▸ **PROBLEM REQUIREMENTS**: How many of the lines below hold the string "display"? Say only the number.

▸ **EXCERPTED DATA**:
******

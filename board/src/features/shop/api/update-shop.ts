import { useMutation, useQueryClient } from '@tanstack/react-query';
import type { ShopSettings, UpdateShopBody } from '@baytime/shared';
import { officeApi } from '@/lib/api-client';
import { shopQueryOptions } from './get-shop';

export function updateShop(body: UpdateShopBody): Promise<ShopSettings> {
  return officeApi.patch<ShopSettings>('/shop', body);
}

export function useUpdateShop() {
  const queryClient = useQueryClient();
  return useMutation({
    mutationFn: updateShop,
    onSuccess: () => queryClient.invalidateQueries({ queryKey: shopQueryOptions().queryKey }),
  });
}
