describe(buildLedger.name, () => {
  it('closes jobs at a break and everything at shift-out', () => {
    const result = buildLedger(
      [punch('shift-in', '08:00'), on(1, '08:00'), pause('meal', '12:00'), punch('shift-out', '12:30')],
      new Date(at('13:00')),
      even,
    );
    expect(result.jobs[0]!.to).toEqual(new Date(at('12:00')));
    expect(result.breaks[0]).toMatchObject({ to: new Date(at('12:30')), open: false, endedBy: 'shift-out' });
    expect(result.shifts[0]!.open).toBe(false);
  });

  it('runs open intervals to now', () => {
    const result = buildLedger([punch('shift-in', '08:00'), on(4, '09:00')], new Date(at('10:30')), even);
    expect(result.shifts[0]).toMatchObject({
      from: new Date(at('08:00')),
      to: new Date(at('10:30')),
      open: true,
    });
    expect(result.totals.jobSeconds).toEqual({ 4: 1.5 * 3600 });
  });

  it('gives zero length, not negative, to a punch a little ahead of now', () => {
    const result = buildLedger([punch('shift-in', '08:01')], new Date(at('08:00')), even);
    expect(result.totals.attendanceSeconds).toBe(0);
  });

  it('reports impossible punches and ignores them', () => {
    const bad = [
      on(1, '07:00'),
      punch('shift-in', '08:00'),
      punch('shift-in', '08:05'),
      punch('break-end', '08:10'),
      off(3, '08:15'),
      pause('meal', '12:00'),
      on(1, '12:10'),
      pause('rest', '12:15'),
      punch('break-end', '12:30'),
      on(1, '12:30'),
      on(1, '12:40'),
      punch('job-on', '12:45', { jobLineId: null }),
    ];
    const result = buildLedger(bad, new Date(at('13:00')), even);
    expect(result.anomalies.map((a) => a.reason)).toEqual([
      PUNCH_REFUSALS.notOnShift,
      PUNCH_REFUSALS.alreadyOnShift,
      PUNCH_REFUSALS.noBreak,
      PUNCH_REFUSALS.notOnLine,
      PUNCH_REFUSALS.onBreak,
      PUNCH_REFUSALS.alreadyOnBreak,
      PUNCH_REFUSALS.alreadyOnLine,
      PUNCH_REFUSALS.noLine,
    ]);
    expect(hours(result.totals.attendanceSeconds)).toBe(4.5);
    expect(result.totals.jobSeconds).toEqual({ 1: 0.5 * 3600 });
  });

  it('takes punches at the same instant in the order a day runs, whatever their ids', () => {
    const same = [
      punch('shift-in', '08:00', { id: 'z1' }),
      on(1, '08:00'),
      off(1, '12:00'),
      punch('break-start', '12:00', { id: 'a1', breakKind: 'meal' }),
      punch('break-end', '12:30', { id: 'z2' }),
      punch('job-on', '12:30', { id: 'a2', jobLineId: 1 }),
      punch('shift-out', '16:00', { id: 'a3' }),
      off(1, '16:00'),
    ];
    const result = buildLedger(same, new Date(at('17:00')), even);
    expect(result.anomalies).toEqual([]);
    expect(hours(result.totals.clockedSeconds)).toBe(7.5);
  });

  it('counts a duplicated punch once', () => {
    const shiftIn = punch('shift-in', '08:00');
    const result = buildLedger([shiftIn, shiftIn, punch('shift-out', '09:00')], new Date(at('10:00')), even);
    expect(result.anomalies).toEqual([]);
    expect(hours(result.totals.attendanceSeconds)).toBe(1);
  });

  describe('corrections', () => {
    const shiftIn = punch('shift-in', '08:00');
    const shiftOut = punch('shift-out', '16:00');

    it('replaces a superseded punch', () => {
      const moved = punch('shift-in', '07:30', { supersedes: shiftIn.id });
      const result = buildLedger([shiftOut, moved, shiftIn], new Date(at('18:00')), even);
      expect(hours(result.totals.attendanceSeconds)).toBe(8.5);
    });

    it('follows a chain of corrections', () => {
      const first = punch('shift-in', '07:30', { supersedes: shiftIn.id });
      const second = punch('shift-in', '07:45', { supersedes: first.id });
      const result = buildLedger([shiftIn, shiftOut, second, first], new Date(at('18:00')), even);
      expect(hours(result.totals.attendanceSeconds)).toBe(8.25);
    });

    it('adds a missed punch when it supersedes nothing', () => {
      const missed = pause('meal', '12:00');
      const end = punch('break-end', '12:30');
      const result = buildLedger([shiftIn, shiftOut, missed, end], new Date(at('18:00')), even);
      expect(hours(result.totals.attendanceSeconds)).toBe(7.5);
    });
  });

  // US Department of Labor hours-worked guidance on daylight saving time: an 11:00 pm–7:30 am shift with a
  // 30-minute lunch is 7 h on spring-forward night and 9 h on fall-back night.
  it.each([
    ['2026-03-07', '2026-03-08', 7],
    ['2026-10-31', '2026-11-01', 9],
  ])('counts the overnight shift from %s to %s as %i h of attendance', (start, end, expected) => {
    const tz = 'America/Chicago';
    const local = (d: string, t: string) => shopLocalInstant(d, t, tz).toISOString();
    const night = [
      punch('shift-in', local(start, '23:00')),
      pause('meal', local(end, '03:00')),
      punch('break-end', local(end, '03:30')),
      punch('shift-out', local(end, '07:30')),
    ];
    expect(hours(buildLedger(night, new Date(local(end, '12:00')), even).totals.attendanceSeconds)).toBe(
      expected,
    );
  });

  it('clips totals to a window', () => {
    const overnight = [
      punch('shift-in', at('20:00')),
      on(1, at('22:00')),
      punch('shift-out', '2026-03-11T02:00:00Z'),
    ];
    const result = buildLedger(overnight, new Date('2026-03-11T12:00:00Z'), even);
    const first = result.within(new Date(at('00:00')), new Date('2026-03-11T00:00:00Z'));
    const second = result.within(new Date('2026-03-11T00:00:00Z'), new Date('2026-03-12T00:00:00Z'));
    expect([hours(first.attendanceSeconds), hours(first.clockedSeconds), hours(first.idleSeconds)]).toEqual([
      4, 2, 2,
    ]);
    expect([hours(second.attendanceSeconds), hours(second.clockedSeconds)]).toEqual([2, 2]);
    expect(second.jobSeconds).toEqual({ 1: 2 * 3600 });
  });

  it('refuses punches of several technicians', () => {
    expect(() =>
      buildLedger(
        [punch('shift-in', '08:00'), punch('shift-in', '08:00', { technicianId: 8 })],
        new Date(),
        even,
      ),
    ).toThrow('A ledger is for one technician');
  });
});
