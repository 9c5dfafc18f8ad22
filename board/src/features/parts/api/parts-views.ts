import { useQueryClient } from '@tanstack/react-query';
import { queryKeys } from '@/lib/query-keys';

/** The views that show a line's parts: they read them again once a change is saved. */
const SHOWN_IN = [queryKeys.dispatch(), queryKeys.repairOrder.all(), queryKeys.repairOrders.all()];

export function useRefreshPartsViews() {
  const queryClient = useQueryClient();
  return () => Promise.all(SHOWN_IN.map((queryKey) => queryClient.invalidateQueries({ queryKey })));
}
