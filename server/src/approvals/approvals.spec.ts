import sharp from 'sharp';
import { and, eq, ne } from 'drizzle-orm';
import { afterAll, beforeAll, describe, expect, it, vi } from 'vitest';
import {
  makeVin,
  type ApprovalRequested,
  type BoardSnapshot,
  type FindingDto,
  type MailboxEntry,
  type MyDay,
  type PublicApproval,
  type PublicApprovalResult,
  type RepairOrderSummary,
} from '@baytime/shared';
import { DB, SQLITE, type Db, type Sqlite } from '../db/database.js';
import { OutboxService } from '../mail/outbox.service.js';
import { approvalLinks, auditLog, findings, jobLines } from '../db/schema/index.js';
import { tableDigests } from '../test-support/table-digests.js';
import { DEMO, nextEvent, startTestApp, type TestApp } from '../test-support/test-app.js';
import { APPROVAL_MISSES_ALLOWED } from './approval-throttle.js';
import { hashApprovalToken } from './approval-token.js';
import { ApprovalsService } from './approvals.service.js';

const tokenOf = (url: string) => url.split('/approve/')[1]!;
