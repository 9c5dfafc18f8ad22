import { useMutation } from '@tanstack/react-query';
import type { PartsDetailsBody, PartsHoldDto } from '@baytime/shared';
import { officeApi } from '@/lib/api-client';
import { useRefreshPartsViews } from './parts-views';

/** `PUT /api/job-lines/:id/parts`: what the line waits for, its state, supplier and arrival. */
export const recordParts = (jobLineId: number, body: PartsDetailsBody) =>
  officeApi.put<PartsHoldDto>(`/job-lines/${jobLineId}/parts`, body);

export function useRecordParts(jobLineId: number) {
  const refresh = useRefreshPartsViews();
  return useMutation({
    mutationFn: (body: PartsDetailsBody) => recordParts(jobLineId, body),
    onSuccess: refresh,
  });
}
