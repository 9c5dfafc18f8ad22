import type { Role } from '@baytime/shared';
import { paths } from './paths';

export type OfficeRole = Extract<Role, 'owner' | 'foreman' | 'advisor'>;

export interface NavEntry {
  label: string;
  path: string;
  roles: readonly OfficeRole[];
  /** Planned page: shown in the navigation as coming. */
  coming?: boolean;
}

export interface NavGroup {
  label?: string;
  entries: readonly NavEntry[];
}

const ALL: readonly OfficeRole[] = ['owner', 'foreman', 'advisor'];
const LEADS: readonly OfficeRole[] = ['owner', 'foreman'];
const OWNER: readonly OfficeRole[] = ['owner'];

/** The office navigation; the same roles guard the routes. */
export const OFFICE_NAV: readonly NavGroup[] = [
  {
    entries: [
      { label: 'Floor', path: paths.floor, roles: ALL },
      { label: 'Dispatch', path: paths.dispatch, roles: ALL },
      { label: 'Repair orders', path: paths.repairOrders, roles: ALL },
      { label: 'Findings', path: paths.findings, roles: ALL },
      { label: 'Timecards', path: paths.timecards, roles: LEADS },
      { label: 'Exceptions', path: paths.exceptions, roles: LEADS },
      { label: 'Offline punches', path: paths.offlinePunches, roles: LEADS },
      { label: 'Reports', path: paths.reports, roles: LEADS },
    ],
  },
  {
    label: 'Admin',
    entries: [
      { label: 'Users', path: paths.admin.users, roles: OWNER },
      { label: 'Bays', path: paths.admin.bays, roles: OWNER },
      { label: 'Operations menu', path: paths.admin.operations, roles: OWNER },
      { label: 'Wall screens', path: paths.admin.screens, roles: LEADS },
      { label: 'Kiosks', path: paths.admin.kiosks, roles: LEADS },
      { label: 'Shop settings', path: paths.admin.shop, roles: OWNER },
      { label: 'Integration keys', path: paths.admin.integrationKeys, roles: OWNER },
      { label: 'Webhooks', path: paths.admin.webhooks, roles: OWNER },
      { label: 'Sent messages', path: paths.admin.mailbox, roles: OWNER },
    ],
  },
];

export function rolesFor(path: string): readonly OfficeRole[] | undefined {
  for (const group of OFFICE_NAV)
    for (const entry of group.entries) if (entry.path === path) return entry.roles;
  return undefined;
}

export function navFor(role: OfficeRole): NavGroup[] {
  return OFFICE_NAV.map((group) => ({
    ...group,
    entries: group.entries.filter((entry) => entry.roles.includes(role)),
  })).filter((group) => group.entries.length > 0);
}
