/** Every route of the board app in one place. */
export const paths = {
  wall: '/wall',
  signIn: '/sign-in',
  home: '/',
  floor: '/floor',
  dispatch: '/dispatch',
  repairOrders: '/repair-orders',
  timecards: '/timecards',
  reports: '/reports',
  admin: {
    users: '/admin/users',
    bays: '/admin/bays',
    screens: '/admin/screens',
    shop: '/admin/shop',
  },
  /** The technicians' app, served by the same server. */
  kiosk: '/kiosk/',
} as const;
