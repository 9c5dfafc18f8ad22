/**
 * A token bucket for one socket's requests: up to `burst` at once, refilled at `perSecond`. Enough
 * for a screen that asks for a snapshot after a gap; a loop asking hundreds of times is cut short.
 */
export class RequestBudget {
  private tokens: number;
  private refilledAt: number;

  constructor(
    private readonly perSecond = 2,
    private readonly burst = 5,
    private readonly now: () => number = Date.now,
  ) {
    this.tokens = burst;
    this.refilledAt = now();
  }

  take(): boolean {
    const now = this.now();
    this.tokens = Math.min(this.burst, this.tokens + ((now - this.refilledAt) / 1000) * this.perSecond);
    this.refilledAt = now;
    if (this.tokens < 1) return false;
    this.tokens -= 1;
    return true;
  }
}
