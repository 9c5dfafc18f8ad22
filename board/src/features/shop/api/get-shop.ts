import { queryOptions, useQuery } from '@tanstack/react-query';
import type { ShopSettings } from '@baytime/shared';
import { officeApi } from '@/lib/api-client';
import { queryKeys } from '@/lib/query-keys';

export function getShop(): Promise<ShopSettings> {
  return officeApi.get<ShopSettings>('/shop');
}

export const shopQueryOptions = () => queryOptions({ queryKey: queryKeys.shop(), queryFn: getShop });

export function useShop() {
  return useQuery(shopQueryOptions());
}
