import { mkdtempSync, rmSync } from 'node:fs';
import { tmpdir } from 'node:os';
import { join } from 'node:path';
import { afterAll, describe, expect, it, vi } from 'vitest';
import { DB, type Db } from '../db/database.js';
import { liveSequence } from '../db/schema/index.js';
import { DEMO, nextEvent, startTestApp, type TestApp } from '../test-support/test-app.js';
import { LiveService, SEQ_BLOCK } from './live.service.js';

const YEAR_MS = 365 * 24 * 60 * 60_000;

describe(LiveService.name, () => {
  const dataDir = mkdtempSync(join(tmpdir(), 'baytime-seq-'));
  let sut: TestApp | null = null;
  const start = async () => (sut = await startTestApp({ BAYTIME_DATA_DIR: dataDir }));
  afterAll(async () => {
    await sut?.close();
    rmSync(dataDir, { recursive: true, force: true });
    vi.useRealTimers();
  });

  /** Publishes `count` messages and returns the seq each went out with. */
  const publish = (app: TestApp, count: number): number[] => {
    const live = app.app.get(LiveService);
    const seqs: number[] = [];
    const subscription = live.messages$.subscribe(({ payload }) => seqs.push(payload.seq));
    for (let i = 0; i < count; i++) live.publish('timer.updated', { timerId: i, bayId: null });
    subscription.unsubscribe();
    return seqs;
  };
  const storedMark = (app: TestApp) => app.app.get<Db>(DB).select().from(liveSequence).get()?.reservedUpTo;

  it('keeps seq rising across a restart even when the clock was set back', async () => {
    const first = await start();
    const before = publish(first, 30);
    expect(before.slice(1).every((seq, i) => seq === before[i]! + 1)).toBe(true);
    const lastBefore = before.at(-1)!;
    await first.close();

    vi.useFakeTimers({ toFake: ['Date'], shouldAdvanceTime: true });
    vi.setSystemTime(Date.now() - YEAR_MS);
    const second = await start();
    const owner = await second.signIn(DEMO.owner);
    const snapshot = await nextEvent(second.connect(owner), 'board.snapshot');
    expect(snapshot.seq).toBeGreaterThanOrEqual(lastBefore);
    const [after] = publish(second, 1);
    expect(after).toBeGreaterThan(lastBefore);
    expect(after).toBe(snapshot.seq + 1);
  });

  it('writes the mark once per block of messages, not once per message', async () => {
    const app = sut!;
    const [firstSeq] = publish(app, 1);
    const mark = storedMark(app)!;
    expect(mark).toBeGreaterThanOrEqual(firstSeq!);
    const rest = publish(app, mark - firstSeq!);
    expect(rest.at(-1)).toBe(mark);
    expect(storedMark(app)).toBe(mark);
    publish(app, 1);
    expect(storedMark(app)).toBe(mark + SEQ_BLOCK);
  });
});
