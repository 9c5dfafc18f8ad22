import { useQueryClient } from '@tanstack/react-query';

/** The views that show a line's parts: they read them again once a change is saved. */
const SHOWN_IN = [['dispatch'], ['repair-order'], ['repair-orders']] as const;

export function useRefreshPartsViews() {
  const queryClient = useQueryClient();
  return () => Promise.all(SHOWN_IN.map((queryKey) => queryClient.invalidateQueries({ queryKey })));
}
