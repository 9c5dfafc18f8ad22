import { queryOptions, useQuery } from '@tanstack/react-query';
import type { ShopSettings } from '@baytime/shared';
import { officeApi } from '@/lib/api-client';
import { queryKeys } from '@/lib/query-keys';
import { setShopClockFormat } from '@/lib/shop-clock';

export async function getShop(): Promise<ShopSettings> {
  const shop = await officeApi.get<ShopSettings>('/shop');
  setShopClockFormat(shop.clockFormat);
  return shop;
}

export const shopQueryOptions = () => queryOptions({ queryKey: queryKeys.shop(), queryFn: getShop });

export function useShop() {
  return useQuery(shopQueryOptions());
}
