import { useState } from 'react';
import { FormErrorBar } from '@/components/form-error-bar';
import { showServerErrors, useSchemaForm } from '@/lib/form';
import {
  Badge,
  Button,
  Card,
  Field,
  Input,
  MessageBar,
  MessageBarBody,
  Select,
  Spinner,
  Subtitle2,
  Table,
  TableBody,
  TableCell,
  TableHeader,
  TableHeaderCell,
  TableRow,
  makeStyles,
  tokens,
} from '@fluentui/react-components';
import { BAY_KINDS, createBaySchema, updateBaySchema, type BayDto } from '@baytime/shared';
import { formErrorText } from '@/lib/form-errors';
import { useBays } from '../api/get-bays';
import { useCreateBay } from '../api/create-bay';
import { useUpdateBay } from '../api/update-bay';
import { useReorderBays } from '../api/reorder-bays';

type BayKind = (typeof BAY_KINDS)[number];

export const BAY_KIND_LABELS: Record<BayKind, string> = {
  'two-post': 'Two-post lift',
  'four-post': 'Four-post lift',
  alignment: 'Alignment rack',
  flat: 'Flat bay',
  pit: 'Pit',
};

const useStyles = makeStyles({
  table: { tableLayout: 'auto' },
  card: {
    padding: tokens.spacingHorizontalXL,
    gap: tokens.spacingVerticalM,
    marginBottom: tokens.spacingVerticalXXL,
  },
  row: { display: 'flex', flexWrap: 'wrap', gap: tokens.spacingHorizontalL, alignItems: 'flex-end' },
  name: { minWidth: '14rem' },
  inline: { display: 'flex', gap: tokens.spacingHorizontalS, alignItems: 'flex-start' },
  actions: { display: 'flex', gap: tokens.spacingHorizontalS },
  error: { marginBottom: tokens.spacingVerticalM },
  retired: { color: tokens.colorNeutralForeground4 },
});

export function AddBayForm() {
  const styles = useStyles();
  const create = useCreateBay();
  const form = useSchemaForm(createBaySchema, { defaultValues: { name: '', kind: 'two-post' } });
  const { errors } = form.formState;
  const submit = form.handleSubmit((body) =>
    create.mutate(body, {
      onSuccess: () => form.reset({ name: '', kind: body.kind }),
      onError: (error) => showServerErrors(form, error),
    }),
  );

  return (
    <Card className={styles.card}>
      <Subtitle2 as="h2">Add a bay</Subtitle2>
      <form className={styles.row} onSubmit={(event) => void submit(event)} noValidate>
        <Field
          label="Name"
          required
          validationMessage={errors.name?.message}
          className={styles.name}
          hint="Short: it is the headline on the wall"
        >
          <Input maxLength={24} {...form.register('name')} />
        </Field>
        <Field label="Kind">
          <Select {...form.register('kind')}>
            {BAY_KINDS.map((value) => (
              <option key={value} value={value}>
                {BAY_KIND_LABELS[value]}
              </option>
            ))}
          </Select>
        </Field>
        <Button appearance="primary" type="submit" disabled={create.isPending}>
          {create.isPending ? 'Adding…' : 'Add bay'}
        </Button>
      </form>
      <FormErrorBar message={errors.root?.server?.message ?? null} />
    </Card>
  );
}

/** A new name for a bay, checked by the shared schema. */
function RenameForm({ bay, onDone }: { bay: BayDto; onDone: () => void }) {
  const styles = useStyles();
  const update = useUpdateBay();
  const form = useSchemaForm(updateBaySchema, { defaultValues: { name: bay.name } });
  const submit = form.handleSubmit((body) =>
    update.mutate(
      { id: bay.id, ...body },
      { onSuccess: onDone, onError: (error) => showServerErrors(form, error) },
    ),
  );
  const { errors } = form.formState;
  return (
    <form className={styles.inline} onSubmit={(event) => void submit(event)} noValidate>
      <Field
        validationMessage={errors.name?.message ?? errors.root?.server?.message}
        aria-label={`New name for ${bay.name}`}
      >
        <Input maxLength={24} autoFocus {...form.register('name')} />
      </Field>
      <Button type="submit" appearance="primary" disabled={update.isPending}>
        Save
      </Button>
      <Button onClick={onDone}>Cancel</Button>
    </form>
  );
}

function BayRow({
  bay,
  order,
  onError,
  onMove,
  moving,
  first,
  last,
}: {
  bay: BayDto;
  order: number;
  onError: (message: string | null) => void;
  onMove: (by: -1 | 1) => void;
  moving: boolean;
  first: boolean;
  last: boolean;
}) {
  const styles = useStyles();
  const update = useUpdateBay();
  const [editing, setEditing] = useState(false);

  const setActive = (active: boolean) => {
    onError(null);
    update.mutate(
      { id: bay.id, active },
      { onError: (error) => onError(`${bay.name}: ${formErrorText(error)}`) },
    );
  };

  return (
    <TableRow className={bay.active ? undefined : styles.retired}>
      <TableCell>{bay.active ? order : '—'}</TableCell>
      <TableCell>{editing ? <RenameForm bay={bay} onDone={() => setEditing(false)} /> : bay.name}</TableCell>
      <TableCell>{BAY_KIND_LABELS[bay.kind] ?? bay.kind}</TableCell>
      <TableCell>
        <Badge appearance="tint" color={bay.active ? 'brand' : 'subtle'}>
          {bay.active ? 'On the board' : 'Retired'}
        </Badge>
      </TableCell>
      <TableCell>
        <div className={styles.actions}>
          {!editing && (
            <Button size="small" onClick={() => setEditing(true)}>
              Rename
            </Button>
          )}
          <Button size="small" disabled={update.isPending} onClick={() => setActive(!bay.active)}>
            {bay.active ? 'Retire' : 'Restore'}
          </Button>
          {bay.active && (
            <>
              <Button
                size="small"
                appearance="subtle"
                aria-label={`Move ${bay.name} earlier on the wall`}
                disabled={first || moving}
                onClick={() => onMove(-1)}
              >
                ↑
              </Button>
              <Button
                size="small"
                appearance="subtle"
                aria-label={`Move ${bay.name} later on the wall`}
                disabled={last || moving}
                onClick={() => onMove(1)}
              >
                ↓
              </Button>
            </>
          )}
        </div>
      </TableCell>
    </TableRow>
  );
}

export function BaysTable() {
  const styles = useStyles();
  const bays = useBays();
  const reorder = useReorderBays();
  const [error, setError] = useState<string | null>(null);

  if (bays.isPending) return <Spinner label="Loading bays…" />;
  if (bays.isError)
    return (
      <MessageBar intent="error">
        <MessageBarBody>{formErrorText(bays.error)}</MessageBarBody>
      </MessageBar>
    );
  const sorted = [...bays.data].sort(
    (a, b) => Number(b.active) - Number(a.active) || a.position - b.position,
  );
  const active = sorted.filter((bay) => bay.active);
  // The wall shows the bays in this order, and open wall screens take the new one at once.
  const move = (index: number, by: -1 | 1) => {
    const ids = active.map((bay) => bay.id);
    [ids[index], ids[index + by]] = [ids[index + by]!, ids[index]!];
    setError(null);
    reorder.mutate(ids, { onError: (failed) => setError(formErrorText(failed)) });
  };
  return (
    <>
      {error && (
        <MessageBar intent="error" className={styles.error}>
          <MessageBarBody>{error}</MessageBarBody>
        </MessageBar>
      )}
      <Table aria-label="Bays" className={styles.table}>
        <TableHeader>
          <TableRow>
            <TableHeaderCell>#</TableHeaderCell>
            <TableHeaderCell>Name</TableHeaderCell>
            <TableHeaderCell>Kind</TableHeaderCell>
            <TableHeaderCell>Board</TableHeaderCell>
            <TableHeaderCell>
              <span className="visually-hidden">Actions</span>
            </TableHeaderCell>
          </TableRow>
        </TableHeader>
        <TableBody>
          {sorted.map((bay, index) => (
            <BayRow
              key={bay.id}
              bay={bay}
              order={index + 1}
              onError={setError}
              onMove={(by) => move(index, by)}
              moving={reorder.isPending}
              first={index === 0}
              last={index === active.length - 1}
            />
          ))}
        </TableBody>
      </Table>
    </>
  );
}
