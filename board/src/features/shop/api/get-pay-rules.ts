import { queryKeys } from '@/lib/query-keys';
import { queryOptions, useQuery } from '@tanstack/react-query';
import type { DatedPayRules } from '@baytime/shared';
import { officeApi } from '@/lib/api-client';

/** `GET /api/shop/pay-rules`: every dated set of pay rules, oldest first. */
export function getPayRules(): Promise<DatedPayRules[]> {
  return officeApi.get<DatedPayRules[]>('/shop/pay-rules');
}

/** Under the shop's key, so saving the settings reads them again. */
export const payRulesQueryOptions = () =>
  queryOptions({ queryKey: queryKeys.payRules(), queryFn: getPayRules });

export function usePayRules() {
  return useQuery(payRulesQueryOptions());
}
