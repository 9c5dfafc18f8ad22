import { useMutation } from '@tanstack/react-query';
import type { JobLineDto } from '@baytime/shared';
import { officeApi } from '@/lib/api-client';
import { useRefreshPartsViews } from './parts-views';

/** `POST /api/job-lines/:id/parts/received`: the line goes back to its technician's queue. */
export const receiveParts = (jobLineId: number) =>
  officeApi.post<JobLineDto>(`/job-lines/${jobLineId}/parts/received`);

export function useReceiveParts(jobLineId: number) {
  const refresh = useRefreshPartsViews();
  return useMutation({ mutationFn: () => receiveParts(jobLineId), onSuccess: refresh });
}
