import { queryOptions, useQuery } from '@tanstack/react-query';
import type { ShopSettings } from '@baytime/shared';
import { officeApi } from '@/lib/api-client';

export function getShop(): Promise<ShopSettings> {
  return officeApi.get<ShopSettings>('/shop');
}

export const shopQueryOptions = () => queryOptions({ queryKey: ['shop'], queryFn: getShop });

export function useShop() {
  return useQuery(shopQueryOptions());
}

******

▸ **OUTPUT**: 3